Where I come from, English is a second language, and Ebonics is as close as you can get to a primary one. If you don’t speak Ebonics, you probably should run in any other direction until you stop seeing signs that say “Memphis”. At that point, you certainly won’t be safe, but you will certainly not be here and therefore on the better end of the eventual coin flip on whether or not to drink the funny blue cool-aid in the garage. Don’t get me wrong: I love Memphis. Here, there is music, the occasional good person, and you can even make toast. But not in May, which is the month of perpetual rain. It will then be soggy toast, and nobody likes soggy toast.

On a strange aside, I wonder if the Mississippi River is annually taking revenge on all those music loving bastards during the month of May, as one should usually take either a boat or a snorkeler depending on the number of people one might bring to see the annual concert(s) here. Or maybe it’s God trying to create a new flood, steadily building a workable scientific basis to continue being a constant question to scientists, and all the while he, Buddha, and Thor get wasted and bet on who can kill more Jews.

There is one thing I do dislike however, and that is the product of the local educational facilities. Specifically in the area of reading and writing. I have no idea if this is a widespread phenomenon, but if it is, I’d prefer if you told me at a later date, because I’m really not looking forward to building a nuclear device in my garage to free as many of us as humanly possible. But I do know that the number of times I see college papers that might have been written by a retarded ostrich is, to be quite frank, somewhat disturbing. Because God only knows what a smart ostrich can do, I mean fuck.

Why does this happen, I often ask myself. HOW does this happen? Are we living in a society where it’s acceptable to write on a 5th grade level and pass High school? Will college students have this problem later, and thus be forced to write super-doctorate work where one must endure twelve years of hard physical labor under brutal raptor overlords to get to a college level in writing? I often wonder why some people might opt out of tutoring. Then again, some of my co-workers are so sick of it that they just make fifty individual comments on shitty work and move on to the next assignment, not bothering to help the student build the tools necessary to fix their own work. I mean, I get it, because trying to save the academic careers of some students is like trying to get a toaster to make Subway. A whole fucking Subway, cheapskate Indian owner and all.

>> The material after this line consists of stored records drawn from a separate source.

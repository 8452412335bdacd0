//! Text in, drawings out, and back.
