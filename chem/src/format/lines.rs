//! Lines of a text with any line end: LF, CR LF, CR, also mixed.

/// The first byte that is one of two, looked for in eight bytes at a time: finding the ends of lines is a
/// third of the work of reading a molfile.
pub(super) fn position(bytes: &[u8], one: u8, other: u8) -> Option<usize> {
    const LOW: u64 = u64::from_le_bytes([0x01; 8]);
    const HIGH: u64 = u64::from_le_bytes([0x80; 8]);
    let (one_all, other_all) = (LOW * u64::from(one), LOW * u64::from(other));
    let (words, rest) = bytes.as_chunks::<8>();
    for (i, word) in words.iter().enumerate() {
        let word = u64::from_le_bytes(*word);
        // the lowest high bit that is left marks the first byte that has become zero
        let (x, y) = (word ^ one_all, word ^ other_all);
        let zero = ((x.wrapping_sub(LOW) & !x) | (y.wrapping_sub(LOW) & !y)) & HIGH;
        if zero != 0 {
            return Some(8 * i + (zero.trailing_zeros() / 8) as usize);
        }
    }
    let hit = |b: &u8| *b == one || *b == other;
    rest.iter().position(hit).map(|i| 8 * words.len() + i)
}

/// Walks over the lines of a text; knows the number of each line and where it starts.
#[derive(Clone, Debug)]
pub(super) struct Lines<'a> {
    text: &'a str,
    at: usize,
    number: usize,
}

impl<'a> Lines<'a> {
    /// The lines of `text`, whose first line is line `first` of its file.
    pub(super) fn new(text: &'a str, first: usize) -> Lines<'a> {
        Lines {
            text,
            at: 0,
            number: first,
        }
    }

    /// Number of the line that comes next.
    pub(super) fn number(&self) -> usize {
        self.number
    }

    /// Byte at which the next line starts.
    pub(super) fn at(&self) -> usize {
        self.at
    }

    /// The next line, which stays the next.
    pub(super) fn peek(&self) -> Option<&'a str> {
        self.clone().next()
    }
}

impl<'a> Iterator for Lines<'a> {
    type Item = &'a str;

    fn next(&mut self) -> Option<&'a str> {
        let bytes = self.text.as_bytes().get(self.at..)?;
        if bytes.is_empty() {
            return None;
        }
        let length = position(bytes, b'\n', b'\r').unwrap_or(bytes.len());
        let line = self.text.get(self.at..self.at + length)?;
        let ending = match bytes.get(length..) {
            Some([b'\r', b'\n', ..]) => 2,
            Some([_, ..]) => 1,
            _ => 0,
        };
        self.at += length + ending;
        self.number += 1;
        Some(line)
    }
}

#[cfg(test)]
mod tests {
    use super::*;

    #[test]
    fn bytes_are_found_where_they_are() {
        for length in 0..70 {
            let mut bytes = vec![b'x'; length];
            assert_eq!(position(&bytes, b'$', b'$'), None);
            for at in (0..length).rev() {
                bytes[at] = b'$';
                assert_eq!(position(&bytes, b'\r', b'$'), Some(at));
            }
        }
    }

    #[test]
    fn every_line_end_counts_once() {
        let mut lines = Lines::new("a\r\nb\rc\n\nd", 7);
        let mut seen = Vec::new();
        loop {
            let number = lines.number();
            let Some(line) = lines.next() else { break };
            seen.push((number, line));
        }
        assert_eq!(seen, [(7, "a"), (8, "b"), (9, "c"), (10, ""), (11, "d")]);
        assert_eq!(Lines::new("", 1).next(), None);
        assert_eq!(Lines::new("x\n", 1).count(), 1);
    }
}
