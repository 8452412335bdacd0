//! PNG: black on white at a stated resolution, with the physical size in the file.

use super::Sheet;
use chem::ink::Shape;
use kurbo::{BezPath, PathEl, Point};
use std::fmt;
use tiny_skia::{FillRule, LineCap, LineJoin, Mask, PathBuilder, Stroke, Transform};

/// Largest picture, in pixels: an A4 page at 1200 dpi and some more.
const MOST_PIXELS: u64 = 200_000_000;

/// Bits of a pixel.
#[derive(Clone, Copy, Debug, PartialEq, Eq, Default)]
pub enum Depth {
    /// 8-bit grey, smooth edges.
    #[default]
    Grey,
    /// 1-bit black and white, as some patent offices ask.
    BlackWhite,
}

/// Why there is no picture.
#[derive(Debug)]
pub enum PngError {
    /// The resolution is no positive number that the file can hold.
    Resolution(f64),
    /// The picture would have more pixels than can be worked on.
    TooLarge {
        /// Its width in pixels.
        width: f64,
        /// Its height in pixels.
        height: f64,
    },
    /// The picture could not be written.
    Encoding(png::EncodingError),
}

impl fmt::Display for PngError {
    fn fmt(&self, f: &mut fmt::Formatter<'_>) -> fmt::Result {
        match self {
            PngError::Resolution(dpi) => {
                write!(
                    f,
                    "{dpi} dpi is no resolution: give a number from 1 to 10000"
                )
            }
            PngError::TooLarge { width, height } => write!(
                f,
                "a picture of {width:.0} x {height:.0} pixels is too large: ask for fewer dpi, or for SVG or PDF"
            ),
            PngError::Encoding(e) => write!(f, "the picture could not be written: {e}"),
        }
    }
}

impl std::error::Error for PngError {}

/// Writes a sheet at `dpi` pixels per inch.
///
/// # Errors
/// If the resolution is none or the picture would be too large.
pub fn write(sheet: &Sheet<'_>, dpi: f64, depth: Depth) -> Result<Vec<u8>, PngError> {
    if !(1.0..=10_000.0).contains(&dpi) {
        return Err(PngError::Resolution(dpi));
    }
    let [width, height] =
        [sheet.width, sheet.height].map(|side| (side * dpi / 72.0).round().max(1.0));
    let too_large = PngError::TooLarge { width, height };
    if width * height > MOST_PIXELS as f64 {
        return Err(too_large);
    }
    // both sides are now between 1 and the limit
    let Some(mut mask) = Mask::new(width as u32, height as u32) else {
        return Err(too_large);
    };
    let scale = (dpi / 72.0) as f32;
    let place = Transform::from_translate(sheet.offset.x as f32, sheet.offset.y as f32)
        .post_scale(scale, scale);
    for item in &sheet.ink.items {
        let (path, stroke) = match &item.shape {
            Shape::Fill(path) => (path, None),
            Shape::Stroke(path, width) => (path, Some(*width as f32)),
            Shape::Text(run) => (&run.outline, None),
        };
        let path = copy(path).and_then(|path| match stroke {
            None => Some(path),
            Some(width) => path.stroke(&round_stroke(width), scale),
        });
        if let Some(path) = path {
            mask.fill_path(&path, FillRule::Winding, true, place);
        }
    }
    encode(&mask, sheet, dpi, depth).map_err(PngError::Encoding)
}

fn round_stroke(width: f32) -> Stroke {
    Stroke {
        width,
        line_cap: LineCap::Round,
        line_join: LineJoin::Round,
        ..Stroke::default()
    }
}

fn copy(path: &BezPath) -> Option<tiny_skia::Path> {
    let mut out = PathBuilder::new();
    let xy = |p: Point| (p.x as f32, p.y as f32);
    for element in path.elements() {
        match *element {
            PathEl::MoveTo(p) => out.move_to(xy(p).0, xy(p).1),
            PathEl::LineTo(p) => out.line_to(xy(p).0, xy(p).1),
            PathEl::QuadTo(a, p) => out.quad_to(xy(a).0, xy(a).1, xy(p).0, xy(p).1),
            PathEl::CurveTo(a, b, p) => {
                out.cubic_to(xy(a).0, xy(a).1, xy(b).0, xy(b).1, xy(p).0, xy(p).1);
            }
            PathEl::ClosePath => out.close(),
        }
    }
    out.finish()
}

fn encode(
    mask: &Mask,
    sheet: &Sheet<'_>,
    dpi: f64,
    depth: Depth,
) -> Result<Vec<u8>, png::EncodingError> {
    let mut bytes = Vec::new();
    let mut encoder = png::Encoder::new(&mut bytes, mask.width(), mask.height());
    encoder.set_color(png::ColorType::Grayscale);
    encoder.set_depth(match depth {
        Depth::Grey => png::BitDepth::Eight,
        Depth::BlackWhite => png::BitDepth::One,
    });
    let per_metre = (dpi / 0.0254).round() as u32;
    encoder.set_pixel_dims(Some(png::PixelDimensions {
        xppu: per_metre,
        yppu: per_metre,
        unit: png::Unit::Meter,
    }));
    let facts = sheet.facts;
    for (keyword, text) in [
        ("Title", &facts.title),
        ("Description", &facts.description),
        ("Software", &facts.creator),
    ] {
        // plain chunks hold Latin-1 only
        if text.is_empty() {
            continue;
        }
        if text.chars().all(|c| u32::from(c) < 256 && c != '\0') {
            encoder.add_text_chunk(keyword.to_owned(), text.clone())?;
        } else {
            encoder.add_itxt_chunk(keyword.to_owned(), text.replace('\0', ""))?;
        }
    }
    let mut writer = encoder.write_header()?;
    let data = match depth {
        Depth::Grey => mask.data().iter().map(|ink| 255 - ink).collect(),
        Depth::BlackWhite => pack(mask),
    };
    writer.write_image_data(&data)?;
    writer.finish()?;
    Ok(bytes)
}

/// Eight pixels a byte, each row anew, 1 for white.
fn pack(mask: &Mask) -> Vec<u8> {
    let mut out = Vec::new();
    for row in mask.data().chunks(mask.width().max(1) as usize) {
        for eight in row.chunks(8) {
            let byte = eight.iter().enumerate().fold(0u8, |byte, (i, ink)| {
                byte | (u8::from(*ink < 128) << (7 - i))
            });
            out.push(byte);
        }
    }
    out
}
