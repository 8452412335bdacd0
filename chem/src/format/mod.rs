//! Text in, drawings out, and back.
//!
//! Source of the molfile and SD rules: *CTfile Formats* (2016 and 2020), as far as open readers quote
//! it. Nothing that could alter an atom, a bond or a configuration is repaired silently: a repair
//! leaves a [`Notice`], and what cannot be repaired for certain is a [`ReadError`] with its place.

mod error;
mod kekule;
mod lines;
pub mod molfile;
mod pairing;
mod record;
pub mod sdf;
pub mod smiles;
mod stereo_group;
pub mod text;

pub use error::{Notice, ReadError, Reason, WriteError};
pub use record::{Field, Record, Version, WriteOptions};
pub use stereo_group::{GroupKind, StereoGroup};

Thus, I’d like to welcome you to my world. The world of Tutoring in Memphis, or what currently has a “working title” of The Tutor Trenches. Why the trenches? Because some days, I sit in the bottom of the mud pit and wonder why I ever leave, as I see someone walk away with a song in their heart and something new that I taught them, with which they are quite happy. Other times, I wonder when Robert’s guts fell out, or what shade of beige I should paint Charlie’s skull with today. While some might call that crazy, I call it Stockholm syndrome, wherein I am the prisoner, and every new sentence with two misspelled words, a double negative, and a repetitive statement that could probably be omitted anyway is just another poisonous scorpion gently flung onto my naked, sweaty body: At some point, you've got to learn to enjoy the pain.